# Fixing a second hand on an Omega.



## Bobby Jones (Apr 11, 2018)

Hi, I have the option to buy this for not a lot. It keeps good time but there is a lot of patina and I think the second hand is missing. I have lot's of second hands on broken swiss watches. Can I just fit one on myself or is it more complicated than that.


----------



## NOTSHARP (May 2, 2018)

Were I in your position, a period correct second hand would be fitted during a very sympathetic service by a professional watchmaker.

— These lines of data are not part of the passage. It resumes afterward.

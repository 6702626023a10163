package org.ringsweep.runner.cli;

import static org.junit.jupiter.api.Assertions.assertEquals;
import static org.junit.jupiter.api.Assertions.assertTrue;

import com.fasterxml.jackson.databind.JsonNode;
import java.nio.file.Files;
import java.nio.file.Path;
import java.util.List;
import org.junit.jupiter.api.Test;
import org.junit.jupiter.api.io.TempDir;
import org.ringsweep.runner.plugins.TestPluginJars;
import org.ringsweep.runner.testing.Ngspice;

/** --plugins through the command line: load errors, and plugins that throw during a batch. */
class CliPluginTests {
    @TempDir
    Path dir;

    private Path net(String name, String driverModel) throws Exception {
        Path file = dir.resolve(name + ".yaml");
        Files.writeString(file, "format: ringsweep/net-1\nnet: " + name + "\nrails: { VCC: 3.3 }\n"
                + "drivers:\n  - { pin: U1.1, model: " + driverModel + ", v_high: VCC, rise: 1ns, r_out: 50 }\n"
                + "receivers:\n  - { pin: U2.1, model: cmos, c_in: 1pF, vih: 2.0, vil: 0.8 }\n"
                + "segments:\n  - { from: U1.1, to: U2.1, z0: 50, delay: 1ns }\n");
        return file;
    }

    @Test
    void aPluginModelThatThrowsMakesItsPointAnErrorNamingThePluginAndTheOtherNetsRun() throws Exception {
        Ngspice.require();
        Path plugins = TestPluginJars.brokenDriver(dir.resolve("plugins"));
        CliRun run = CliRun.of("check", "--json", "--out", dir.resolve("out").toString(), "--plugins", plugins.toString(),
                net("BROKEN", "broken-io").toString(), net("FINE", "ramp").toString());
        assertEquals(ExitCodes.SIMULATION, run.exitCode(), run.err() + run.out());
        List<JsonNode> records = run.records();
        assertEquals(2, records.size(), run.out());
        assertEquals("error", records.get(0).get("verdict").asText());
        String error = records.get(0).get("error").asText();
        assertTrue(error.contains("plugin `test-broken-driver` 0.0.1") && error.contains("driver model `broken-io` (elaborate)")
                && error.endsWith("(net BROKEN, point typ)"), error);
        // A 50 ohm source into a matched 50 ohm line and a 1 pF load: no overshoot, passes (lines-and-terminations.md §2 ex. 2).
        assertEquals("pass", records.get(1).get("verdict").asText(), records.get(1).toString());
        assertTrue(run.err().contains("ringsweep: loaded plugin `test-broken-driver` 0.0.1 ("), run.err());
    }

    @Test
    void aPluginCheckThatThrowsMakesEachPointAnErrorNamingThePluginAndThePoint() throws Exception {
        Ngspice.require();
        Path plugins = TestPluginJars.brokenCheck(dir.resolve("plugins"));
        CliRun run = CliRun.of("check", "--json", "--quiet", "--out", dir.resolve("out").toString(), "--plugins", plugins.toString(),
                net("FINE", "ramp").toString());
        assertEquals(ExitCodes.SIMULATION, run.exitCode(), run.err() + run.out());
        JsonNode r = run.records().get(0);
        assertEquals("error", r.get("verdict").asText());
        String error = r.get("error").asText();
        assertTrue(error.contains("plugin `test-broken-check` 0.0.2") && error.contains("check `broken-check`")
                && error.contains("java.lang.ArithmeticException: division by zero") && error.endsWith("(net FINE, point typ)"), error);
        assertTrue(Files.exists(Path.of(r.get("deck").asText())), "the deck of the point was written");
        assertTrue(run.err().isEmpty(), "--quiet keeps the load log off stderr: " + run.err());
    }

    @Test
    void aPluginBuiltForAnotherApiVersionStopsTheRunWithExit2NamingIt() throws Exception {
        Path plugins = TestPluginJars.future(dir.resolve("plugins"));
        CliRun run = CliRun.of("check", "--out", dir.resolve("out").toString(), "--plugins", plugins.toString(), net("FINE", "ramp").toString());
        assertEquals(ExitCodes.INPUT, run.exitCode(), run.err());
        assertTrue(run.err().contains("ringsweep: plugin `test-future` 9.0 (") && run.err().contains("plugin API version 2")
                && run.err().contains("provides version 1"), run.err());
    }

    @Test
    void modelsListsPluginModelsAndChecksWithTheirOrigin() throws Exception {
        Path plugins = TestPluginJars.brokenDriver(dir.resolve("plugins"));
        TestPluginJars.brokenCheck(plugins);
        CliRun run = CliRun.of("models", "--plugins", plugins.toString());
        assertEquals(ExitCodes.OK, run.exitCode(), run.err());
        assertTrue(run.out().contains("driver ramp (built-in)"), run.out());
        assertTrue(run.out().contains("driver broken-io (plugin `test-broken-driver` 0.0.1 ("), run.out());
        assertTrue(run.out().contains("check broken-check (plugin `test-broken-check` 0.0.2 (") && run.out().contains("limit key broken_max"),
                run.out());
    }
}
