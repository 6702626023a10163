package org.ringsweep.runner.cli;

import static org.junit.jupiter.api.Assertions.assertEquals;
import static org.junit.jupiter.api.Assertions.assertFalse;
import static org.junit.jupiter.api.Assertions.assertTrue;

import java.nio.file.Files;
import java.nio.file.Path;
import java.util.stream.Stream;
import org.junit.jupiter.api.Test;
import org.junit.jupiter.api.io.TempDir;
import org.junit.jupiter.params.ParameterizedTest;
import org.junit.jupiter.params.provider.MethodSource;
import org.ringsweep.runner.testing.MalformedCase;

/** Bad input through the command line: exit 2, a message naming file, line and key, no stack trace, nothing simulated. */
class CliInputErrorTests {
    @TempDir
    Path out;

    static Stream<MalformedCase> malformedFiles() {
        return MalformedCase.under("/malformed");
    }

    @ParameterizedTest(name = "{0}")
    @MethodSource("malformedFiles")
    void malformedNetFileExitsTwoNamingFileLineAndKey(MalformedCase x) {
        CliRun run = CliRun.of("check", "--out", out.toString(), x.file().toString());
        assertEquals(ExitCodes.INPUT, run.exitCode(), run.err());
        assertTrue(run.err().contains(x.file().getFileName().toString()), run.err());
        assertTrue(run.err().contains(":" + x.line() + ":"), () -> "line " + x.line() + " not in: " + run.err());
        if (!x.key().isEmpty()) {
            assertTrue(run.err().contains(x.key()), () -> "key " + x.key() + " not in: " + run.err());
        }
        assertTrue(run.err().contains(x.fragment()), run.err());
        assertFalse(run.err().contains("\tat ") || run.err().contains("Exception"), "no stack trace: " + run.err());
        assertFalse(Files.exists(out.resolve("results.jsonl")), "nothing simulated");
    }

    @Test
    void problemsOfSeveralFilesComeInTheFilesOrderAndNothingIsSimulated() {
        // The files are loaded in parallel; the report must still follow the command line.
        java.util.List<MalformedCase> cases = malformedFiles().limit(6).toList();
        java.util.List<String> args = new java.util.ArrayList<>(java.util.List.of("check", "--out", out.toString()));
        for (int i = 0; i < cases.size(); i++) {
            args.add(cases.get(i).file().toString());
            if (i == 2) {
                args.add(CliRun.resource("physics/matched-series.yaml").toString()); // a good file among them
            }
        }
        CliRun run = CliRun.of(args.toArray(String[]::new));
        assertEquals(ExitCodes.INPUT, run.exitCode(), run.err());
        int last = -1;
        for (MalformedCase x : cases) {
            int at = run.err().indexOf(x.file().getFileName().toString());
            assertTrue(at > last, () -> x.file().getFileName() + " out of order in: " + run.err());
            last = at;
        }
        assertFalse(Files.exists(out.resolve("results.jsonl")), "nothing simulated");
    }

    @Test
    void missingNetFileIsAnInputError() {
        CliRun run = CliRun.of("check", "--out", out.toString(), out.resolve("nope.yaml").toString());
        assertEquals(ExitCodes.INPUT, run.exitCode());
        assertTrue(run.err().contains("nope.yaml"), run.err());
    }

    @Test
    void unknownOptionIsAUsageError() {
        CliRun run = CliRun.of("check", "--no-such-option", "x.yaml");
        assertEquals(ExitCodes.INPUT, run.exitCode());
        assertTrue(run.err().contains("--no-such-option"), run.err());
    }

    @Test
    void unknownSetPathListsTheValidIds() {
        CliRun run = CliRun.of("check", "--out", out.toString(), "--set", "R99/value=10",
                CliRun.resource("physics/matched-series.yaml").toString());
        assertEquals(ExitCodes.INPUT, run.exitCode(), run.err());
        assertTrue(run.err().contains("R99") && run.err().contains("R1"), run.err());
    }

    @Test
    void unknownEngineIsAUsageError() {
        CliRun run = CliRun.of("check", "--engine", "quantum", "--out", out.toString(),
                CliRun.resource("physics/matched-series.yaml").toString());
        assertEquals(ExitCodes.INPUT, run.exitCode(), run.err());
    }
}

I love it, and it deserves some TLC. :thumbsup:

Steve.


----------



## andyclient (Aug 1, 2009)

Difficult to see from pics but if the pivot is still there for the second hand and not broke off then yes it's a simple case of fitting s new one , you could probably find the proper one easily enough from the movement calibre 551. If it's for not a lot it could be a bargain for a gold capped Connie


----------



## Bobby Jones (Apr 11, 2018)

Thanks *Notsharp and Andyclient.*

I have asked on an Omega forum too and advised it could cost a few bob to sort, but the sellers are not asking much for the watch so I think it's worth a punt.


----------



## PC-Magician (Apr 29, 2013)

Simon2 is your man for this.


----------



## simon2 (Dec 5, 2010)

Not as straight forward as you may think. 1. Omega hands, generally have very short centre collets. 2. The pinion end of the seconds pinion needs to be supported as you push the hand on. For this reason the auto winding mech has to be removed. Access to a staking outfit is advisable. Failure to support the pinion as you fit the hand can alter the tension on the pressure spring that rests on the pinion and cause the hand to advance in a sparodic fashion and not travel around the dial in a smooth sweep.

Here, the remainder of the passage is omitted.